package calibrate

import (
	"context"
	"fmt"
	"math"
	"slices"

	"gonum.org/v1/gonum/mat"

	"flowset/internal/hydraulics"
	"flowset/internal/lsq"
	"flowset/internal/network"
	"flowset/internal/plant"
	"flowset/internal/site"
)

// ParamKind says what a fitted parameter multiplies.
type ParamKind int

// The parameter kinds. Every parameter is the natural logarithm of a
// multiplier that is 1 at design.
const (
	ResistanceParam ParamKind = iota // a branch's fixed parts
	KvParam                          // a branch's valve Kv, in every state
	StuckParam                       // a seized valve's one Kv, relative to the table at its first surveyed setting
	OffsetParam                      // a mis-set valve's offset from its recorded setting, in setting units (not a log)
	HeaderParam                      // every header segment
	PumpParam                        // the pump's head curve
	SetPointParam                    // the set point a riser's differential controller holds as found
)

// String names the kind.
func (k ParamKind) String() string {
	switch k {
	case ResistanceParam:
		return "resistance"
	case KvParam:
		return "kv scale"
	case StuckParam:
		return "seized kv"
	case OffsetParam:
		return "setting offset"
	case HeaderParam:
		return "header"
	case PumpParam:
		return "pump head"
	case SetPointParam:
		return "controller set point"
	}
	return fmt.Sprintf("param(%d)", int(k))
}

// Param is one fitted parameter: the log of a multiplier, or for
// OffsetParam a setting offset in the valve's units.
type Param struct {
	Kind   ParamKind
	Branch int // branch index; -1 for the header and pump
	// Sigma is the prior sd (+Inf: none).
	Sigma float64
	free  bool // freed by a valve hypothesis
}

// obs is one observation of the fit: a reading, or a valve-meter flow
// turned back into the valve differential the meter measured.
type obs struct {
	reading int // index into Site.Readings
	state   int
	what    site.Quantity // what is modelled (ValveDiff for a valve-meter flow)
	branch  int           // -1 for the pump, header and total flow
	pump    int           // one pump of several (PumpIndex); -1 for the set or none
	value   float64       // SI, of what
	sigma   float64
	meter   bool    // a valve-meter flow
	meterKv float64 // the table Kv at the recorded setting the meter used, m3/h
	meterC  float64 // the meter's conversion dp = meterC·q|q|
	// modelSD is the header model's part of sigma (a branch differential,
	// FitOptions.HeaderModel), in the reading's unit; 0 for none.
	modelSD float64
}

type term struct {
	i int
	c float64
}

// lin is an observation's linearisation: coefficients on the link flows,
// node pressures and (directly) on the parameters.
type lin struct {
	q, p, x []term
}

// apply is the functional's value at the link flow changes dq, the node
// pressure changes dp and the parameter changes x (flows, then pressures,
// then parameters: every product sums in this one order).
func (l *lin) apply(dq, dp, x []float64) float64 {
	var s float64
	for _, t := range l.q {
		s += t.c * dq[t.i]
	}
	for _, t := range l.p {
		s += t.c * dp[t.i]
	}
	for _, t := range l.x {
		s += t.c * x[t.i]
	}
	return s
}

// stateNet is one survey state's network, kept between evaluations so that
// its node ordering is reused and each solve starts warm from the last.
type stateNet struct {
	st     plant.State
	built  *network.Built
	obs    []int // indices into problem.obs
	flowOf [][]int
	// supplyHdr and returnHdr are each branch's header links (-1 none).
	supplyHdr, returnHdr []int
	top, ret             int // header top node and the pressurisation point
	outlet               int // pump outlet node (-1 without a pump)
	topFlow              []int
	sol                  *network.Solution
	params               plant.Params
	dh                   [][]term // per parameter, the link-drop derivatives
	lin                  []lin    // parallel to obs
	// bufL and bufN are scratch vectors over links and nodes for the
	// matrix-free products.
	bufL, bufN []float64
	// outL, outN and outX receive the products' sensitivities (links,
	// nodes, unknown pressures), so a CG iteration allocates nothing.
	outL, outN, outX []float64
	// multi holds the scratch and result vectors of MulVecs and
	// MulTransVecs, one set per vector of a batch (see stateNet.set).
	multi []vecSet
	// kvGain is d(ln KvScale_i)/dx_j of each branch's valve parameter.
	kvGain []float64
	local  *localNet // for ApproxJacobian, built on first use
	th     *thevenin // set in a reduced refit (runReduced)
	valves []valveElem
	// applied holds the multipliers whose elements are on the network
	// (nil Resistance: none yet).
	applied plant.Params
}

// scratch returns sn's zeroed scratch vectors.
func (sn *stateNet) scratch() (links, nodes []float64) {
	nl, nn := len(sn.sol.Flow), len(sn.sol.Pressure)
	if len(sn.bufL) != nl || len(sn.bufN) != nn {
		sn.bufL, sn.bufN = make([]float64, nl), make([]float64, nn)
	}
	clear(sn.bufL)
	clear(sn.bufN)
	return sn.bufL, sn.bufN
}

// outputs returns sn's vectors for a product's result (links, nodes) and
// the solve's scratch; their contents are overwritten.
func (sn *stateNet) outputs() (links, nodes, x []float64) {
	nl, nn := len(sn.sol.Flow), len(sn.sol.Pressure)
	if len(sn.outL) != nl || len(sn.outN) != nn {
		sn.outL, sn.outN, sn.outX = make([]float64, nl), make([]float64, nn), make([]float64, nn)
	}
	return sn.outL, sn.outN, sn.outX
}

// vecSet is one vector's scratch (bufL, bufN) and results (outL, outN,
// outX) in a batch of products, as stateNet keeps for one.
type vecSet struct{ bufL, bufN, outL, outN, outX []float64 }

****************************************

DESCRIPTION OF THE TASK:
The complete material should be output once more, word for word.

RESPONSE BELOW:
package calibrate

import (
	"context"
	"fmt"
	"math"
	"slices"

	"gonum.org/v1/gonum/mat"

	"flowset/internal/hydraulics"
	"flowset/internal/lsq"
	"flowset/internal/network"
	"flowset/internal/plant"
	"flowset/internal/site"
)

// ParamKind says what a fitted parameter multiplies.
type ParamKind int

// The parameter kinds. Every parameter is the natural logarithm of a
// multiplier that is 1 at design.
const (
	ResistanceParam ParamKind = iota // a branch's fixed parts
	KvParam                          // a branch's valve Kv, in every state
	StuckParam                       // a seized valve's one Kv, relative to the table at its first surveyed setting
	OffsetParam                      // a mis-set valve's offset from its recorded setting, in setting units (not a log)
	HeaderParam                      // every header segment
	PumpParam                        // the pump's head curve
	SetPointParam                    // the set point a riser's differential controller holds as found
)

// String names the kind.
func (k ParamKind) String() string {
	switch k {
	case ResistanceParam:
		return "resistance"
	case KvParam:
		return "kv scale"
	case StuckParam:
		return "seized kv"
	case OffsetParam:
		return "setting offset"
	case HeaderParam:
		return "header"
	case PumpParam:
		return "pump head"
	case SetPointParam:
		return "controller set point"
	}
	return fmt.Sprintf("param(%d)", int(k))
}

// Param is one fitted parameter: the log of a multiplier, or for
// OffsetParam a setting offset in the valve's units.
type Param struct {
	Kind   ParamKind
	Branch int // branch index; -1 for the header and pump
	// Sigma is the prior sd (+Inf: none).
	Sigma float64
	free  bool // freed by a valve hypothesis
}

// obs is one observation of the fit: a reading, or a valve-meter flow
// turned back into the valve differential the meter measured.
type obs struct {
	reading int // index into Site.Readings
	state   int
	what    site.Quantity // what is modelled (ValveDiff for a valve-meter flow)
	branch  int           // -1 for the pump, header and total flow
	pump    int           // one pump of several (PumpIndex); -1 for the set or none
	value   float64       // SI, of what
	sigma   float64
	meter   bool    // a valve-meter flow
	meterKv float64 // the table Kv at the recorded setting the meter used, m3/h
	meterC  float64 // the meter's conversion dp = meterC·q|q|
	// modelSD is the header model's part of sigma (a branch differential,
	// FitOptions.HeaderModel), in the reading's unit; 0 for none.
	modelSD float64
}

type term struct {
	i int
	c float64
}

// lin is an observation's linearisation: coefficients on the link flows,
// node pressures and (directly) on the parameters.
type lin struct {
	q, p, x []term
}

// apply is the functional's value at the link flow changes dq, the node
// pressure changes dp and the parameter changes x (flows, then pressures,
// then parameters: every product sums in this one order).
func (l *lin) apply(dq, dp, x []float64) float64 {
	var s float64
	for _, t := range l.q {
		s += t.c * dq[t.i]
	}
	for _, t := range l.p {
		s += t.c * dp[t.i]
	}
	for _, t := range l.x {
		s += t.c * x[t.i]
	}
	return s
}

// stateNet is one survey state's network, kept between evaluations so that
// its node ordering is reused and each solve starts warm from the last.
type stateNet struct {
	st     plant.State
	built  *network.Built
	obs    []int // indices into problem.obs
	flowOf [][]int
	// supplyHdr and returnHdr are each branch's header links (-1 none).
	supplyHdr, returnHdr []int
	top, ret             int // header top node and the pressurisation point
	outlet               int // pump outlet node (-1 without a pump)
	topFlow              []int
	sol                  *network.Solution
	params               plant.Params
	dh                   [][]term // per parameter, the link-drop derivatives
	lin                  []lin    // parallel to obs
	// bufL and bufN are scratch vectors over links and nodes for the
	// matrix-free products.
	bufL, bufN []float64
	// outL, outN and outX receive the products' sensitivities (links,
	// nodes, unknown pressures), so a CG iteration allocates nothing.
	outL, outN, outX []float64
	// multi holds the scratch and result vectors of MulVecs and
	// MulTransVecs, one set per vector of a batch (see stateNet.set).
	multi []vecSet
	// kvGain is d(ln KvScale_i)/dx_j of each branch's valve parameter.
	kvGain []float64
	local  *localNet // for ApproxJacobian, built on first use
	th     *thevenin // set in a reduced refit (runReduced)
	valves []valveElem
	// applied holds the multipliers whose elements are on the network
	// (nil Resistance: none yet).
	applied plant.Params
}

// scratch returns sn's zeroed scratch vectors.
func (sn *stateNet) scratch() (links, nodes []float64) {
	nl, nn := len(sn.sol.Flow), len(sn.sol.Pressure)
	if len(sn.bufL) != nl || len(sn.bufN) != nn {
		sn.bufL, sn.bufN = make([]float64, nl), make([]float64, nn)
	}
	clear(sn.bufL)
	clear(sn.bufN)
	return sn.bufL, sn.bufN
}

// outputs returns sn's vectors for a product's result (links, nodes) and
// the solve's scratch; their contents are overwritten.
func (sn *stateNet) outputs() (links, nodes, x []float64) {
	nl, nn := len(sn.sol.Flow), len(sn.sol.Pressure)
	if len(sn.outL) != nl || len(sn.outN) != nn {
		sn.outL, sn.outN, sn.outX = make([]float64, nl), make([]float64, nn), make([]float64, nn)
	}
	return sn.outL, sn.outN, sn.outX
}

// vecSet is one vector's scratch (bufL, bufN) and results (outL, outN,
// outX) in a batch of products, as stateNet keeps for one.
type vecSet struct{ bufL, bufN, outL, outN, outX []float64 }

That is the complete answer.